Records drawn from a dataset
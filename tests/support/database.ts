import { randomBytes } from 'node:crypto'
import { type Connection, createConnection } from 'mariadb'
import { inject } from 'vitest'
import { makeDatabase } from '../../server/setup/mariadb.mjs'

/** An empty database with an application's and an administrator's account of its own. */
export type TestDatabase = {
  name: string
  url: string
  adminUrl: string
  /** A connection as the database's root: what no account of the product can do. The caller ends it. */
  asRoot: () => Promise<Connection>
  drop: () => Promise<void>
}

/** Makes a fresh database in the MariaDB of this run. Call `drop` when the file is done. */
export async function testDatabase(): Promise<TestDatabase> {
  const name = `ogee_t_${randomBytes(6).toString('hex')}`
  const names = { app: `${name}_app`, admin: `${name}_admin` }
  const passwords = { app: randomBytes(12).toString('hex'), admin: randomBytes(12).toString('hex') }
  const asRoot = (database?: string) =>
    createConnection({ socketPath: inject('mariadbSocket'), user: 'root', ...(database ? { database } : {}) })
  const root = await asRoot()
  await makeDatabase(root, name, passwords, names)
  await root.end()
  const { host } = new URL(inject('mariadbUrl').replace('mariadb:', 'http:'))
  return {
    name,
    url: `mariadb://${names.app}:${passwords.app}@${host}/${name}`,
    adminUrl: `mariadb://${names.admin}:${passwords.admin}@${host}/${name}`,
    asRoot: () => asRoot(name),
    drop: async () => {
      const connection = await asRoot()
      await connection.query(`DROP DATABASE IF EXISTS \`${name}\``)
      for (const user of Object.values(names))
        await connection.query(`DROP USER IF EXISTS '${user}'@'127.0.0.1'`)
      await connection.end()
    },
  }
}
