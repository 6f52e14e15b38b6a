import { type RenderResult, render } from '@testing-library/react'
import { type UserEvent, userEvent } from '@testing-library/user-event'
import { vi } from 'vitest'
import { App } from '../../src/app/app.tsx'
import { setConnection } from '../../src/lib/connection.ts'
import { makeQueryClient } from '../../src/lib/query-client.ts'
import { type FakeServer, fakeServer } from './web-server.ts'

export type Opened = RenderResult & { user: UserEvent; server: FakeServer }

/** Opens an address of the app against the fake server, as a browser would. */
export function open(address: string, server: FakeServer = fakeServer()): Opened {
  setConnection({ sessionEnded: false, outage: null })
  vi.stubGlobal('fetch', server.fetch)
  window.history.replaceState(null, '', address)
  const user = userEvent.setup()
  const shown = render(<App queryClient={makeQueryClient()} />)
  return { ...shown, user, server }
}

...

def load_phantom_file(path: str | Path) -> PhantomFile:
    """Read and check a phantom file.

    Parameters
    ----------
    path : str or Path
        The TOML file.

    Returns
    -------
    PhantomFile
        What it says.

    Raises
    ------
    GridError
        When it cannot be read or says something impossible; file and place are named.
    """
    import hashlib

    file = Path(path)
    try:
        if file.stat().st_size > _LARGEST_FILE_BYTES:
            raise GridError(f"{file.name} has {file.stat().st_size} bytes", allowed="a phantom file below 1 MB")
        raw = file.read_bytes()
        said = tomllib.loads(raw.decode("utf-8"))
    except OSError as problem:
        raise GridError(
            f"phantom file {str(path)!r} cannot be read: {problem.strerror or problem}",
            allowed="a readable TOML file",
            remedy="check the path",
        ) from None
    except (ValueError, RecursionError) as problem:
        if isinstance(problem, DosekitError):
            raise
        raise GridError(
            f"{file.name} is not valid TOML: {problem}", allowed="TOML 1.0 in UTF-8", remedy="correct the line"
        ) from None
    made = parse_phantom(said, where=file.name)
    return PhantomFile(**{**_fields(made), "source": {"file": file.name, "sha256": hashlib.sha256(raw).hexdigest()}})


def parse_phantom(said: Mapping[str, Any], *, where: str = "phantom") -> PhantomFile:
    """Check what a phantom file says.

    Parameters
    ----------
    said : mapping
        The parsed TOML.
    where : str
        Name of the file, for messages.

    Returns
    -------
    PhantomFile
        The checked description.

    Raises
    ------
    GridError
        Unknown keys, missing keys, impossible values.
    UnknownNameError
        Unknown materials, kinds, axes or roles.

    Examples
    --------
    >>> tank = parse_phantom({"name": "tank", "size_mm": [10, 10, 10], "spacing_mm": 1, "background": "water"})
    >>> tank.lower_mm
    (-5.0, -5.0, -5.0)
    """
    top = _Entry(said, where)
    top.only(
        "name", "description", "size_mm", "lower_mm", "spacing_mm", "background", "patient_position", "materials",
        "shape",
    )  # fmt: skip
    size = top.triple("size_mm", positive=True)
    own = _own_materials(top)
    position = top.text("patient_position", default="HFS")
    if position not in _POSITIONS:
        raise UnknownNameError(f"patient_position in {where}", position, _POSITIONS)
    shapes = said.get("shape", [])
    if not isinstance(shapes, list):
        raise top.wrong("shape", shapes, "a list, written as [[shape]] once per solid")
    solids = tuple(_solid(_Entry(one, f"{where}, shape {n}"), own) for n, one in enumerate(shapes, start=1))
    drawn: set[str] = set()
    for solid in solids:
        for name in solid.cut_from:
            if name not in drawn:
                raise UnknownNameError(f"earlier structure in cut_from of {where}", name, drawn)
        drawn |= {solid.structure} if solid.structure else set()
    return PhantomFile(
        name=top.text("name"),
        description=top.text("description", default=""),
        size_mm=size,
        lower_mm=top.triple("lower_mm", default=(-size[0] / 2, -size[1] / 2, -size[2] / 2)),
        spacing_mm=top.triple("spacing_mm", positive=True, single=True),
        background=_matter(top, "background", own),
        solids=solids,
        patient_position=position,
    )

...

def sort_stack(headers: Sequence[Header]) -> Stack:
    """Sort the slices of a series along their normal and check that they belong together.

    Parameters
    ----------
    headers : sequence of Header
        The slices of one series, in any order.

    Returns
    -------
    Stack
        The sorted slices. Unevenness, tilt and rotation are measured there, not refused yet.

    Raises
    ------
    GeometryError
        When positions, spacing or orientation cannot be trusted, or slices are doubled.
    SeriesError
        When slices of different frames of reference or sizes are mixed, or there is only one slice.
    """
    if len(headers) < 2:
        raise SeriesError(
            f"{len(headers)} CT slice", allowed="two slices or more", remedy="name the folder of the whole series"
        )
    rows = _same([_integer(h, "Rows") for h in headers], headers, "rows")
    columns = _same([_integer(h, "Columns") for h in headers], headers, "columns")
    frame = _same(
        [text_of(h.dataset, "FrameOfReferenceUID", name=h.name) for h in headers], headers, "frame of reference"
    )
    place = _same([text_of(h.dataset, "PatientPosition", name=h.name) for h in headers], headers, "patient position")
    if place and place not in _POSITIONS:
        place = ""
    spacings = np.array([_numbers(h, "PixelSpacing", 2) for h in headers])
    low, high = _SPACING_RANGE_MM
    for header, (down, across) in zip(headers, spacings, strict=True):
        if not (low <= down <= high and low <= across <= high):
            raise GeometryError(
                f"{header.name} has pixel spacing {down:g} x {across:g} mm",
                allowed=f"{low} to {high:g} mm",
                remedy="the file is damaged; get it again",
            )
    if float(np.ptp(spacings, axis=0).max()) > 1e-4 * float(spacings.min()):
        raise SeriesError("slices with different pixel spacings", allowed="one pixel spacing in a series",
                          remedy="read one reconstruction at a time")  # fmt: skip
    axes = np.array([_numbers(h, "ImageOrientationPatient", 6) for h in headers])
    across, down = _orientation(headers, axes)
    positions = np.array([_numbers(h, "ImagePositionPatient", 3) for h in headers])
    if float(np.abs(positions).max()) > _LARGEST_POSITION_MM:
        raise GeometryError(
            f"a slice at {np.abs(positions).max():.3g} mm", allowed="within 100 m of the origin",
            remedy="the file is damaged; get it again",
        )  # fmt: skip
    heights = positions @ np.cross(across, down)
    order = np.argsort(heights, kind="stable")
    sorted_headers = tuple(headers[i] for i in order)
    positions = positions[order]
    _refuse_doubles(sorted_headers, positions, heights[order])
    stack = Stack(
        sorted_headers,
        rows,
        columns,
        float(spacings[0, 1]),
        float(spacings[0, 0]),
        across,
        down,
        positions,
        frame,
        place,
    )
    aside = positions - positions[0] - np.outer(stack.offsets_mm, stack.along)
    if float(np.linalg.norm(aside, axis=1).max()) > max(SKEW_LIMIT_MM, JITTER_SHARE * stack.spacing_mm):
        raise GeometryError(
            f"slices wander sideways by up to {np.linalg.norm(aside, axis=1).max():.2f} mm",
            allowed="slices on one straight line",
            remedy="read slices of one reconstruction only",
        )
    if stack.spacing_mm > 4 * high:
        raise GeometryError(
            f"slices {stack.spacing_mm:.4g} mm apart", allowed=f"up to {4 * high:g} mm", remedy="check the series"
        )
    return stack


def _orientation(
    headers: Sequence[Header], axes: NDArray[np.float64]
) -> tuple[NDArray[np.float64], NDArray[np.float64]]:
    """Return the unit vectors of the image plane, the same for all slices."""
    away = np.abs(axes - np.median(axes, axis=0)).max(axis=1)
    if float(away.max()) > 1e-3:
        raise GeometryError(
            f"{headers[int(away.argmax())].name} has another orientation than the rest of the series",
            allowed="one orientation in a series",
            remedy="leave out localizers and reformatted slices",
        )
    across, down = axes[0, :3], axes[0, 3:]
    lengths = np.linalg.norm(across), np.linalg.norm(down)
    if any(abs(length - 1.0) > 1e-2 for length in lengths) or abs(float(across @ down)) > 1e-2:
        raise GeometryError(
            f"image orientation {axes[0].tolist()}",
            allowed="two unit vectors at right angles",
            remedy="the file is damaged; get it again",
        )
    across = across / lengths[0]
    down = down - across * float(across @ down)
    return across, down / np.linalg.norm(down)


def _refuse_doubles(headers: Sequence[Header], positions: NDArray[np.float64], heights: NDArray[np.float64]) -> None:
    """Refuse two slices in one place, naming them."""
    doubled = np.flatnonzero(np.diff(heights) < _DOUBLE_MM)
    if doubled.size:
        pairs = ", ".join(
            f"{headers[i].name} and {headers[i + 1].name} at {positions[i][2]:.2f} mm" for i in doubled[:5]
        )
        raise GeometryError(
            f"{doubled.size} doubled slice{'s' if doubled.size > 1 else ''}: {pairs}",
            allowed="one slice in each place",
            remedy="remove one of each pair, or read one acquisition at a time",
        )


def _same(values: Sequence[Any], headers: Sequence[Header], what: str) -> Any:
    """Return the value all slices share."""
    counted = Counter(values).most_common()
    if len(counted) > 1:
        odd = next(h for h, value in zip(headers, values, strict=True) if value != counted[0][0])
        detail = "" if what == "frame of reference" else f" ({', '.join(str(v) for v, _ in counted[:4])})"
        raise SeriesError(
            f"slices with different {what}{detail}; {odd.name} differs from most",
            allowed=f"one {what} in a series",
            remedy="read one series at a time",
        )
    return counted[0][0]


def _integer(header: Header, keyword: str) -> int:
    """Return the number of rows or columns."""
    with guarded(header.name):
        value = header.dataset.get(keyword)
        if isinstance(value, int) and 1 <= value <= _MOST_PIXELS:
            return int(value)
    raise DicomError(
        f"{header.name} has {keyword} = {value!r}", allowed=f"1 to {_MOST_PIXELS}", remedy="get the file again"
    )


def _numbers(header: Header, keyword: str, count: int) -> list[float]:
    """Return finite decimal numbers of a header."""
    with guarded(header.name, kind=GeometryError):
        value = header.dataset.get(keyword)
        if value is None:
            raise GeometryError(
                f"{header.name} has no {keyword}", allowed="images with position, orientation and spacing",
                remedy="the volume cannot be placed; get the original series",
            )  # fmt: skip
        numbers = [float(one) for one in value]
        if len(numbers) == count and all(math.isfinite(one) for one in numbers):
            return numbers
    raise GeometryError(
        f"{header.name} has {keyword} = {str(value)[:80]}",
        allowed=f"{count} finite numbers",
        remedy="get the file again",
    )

### EXERCISE INSTRUCTIONS
Go through the entries above and report each line with the string "reconstruction" in it.

### TASK SOLUTION
                          remedy="read one reconstruction at a time")  # fmt: skip
            remedy="read slices of one reconstruction only",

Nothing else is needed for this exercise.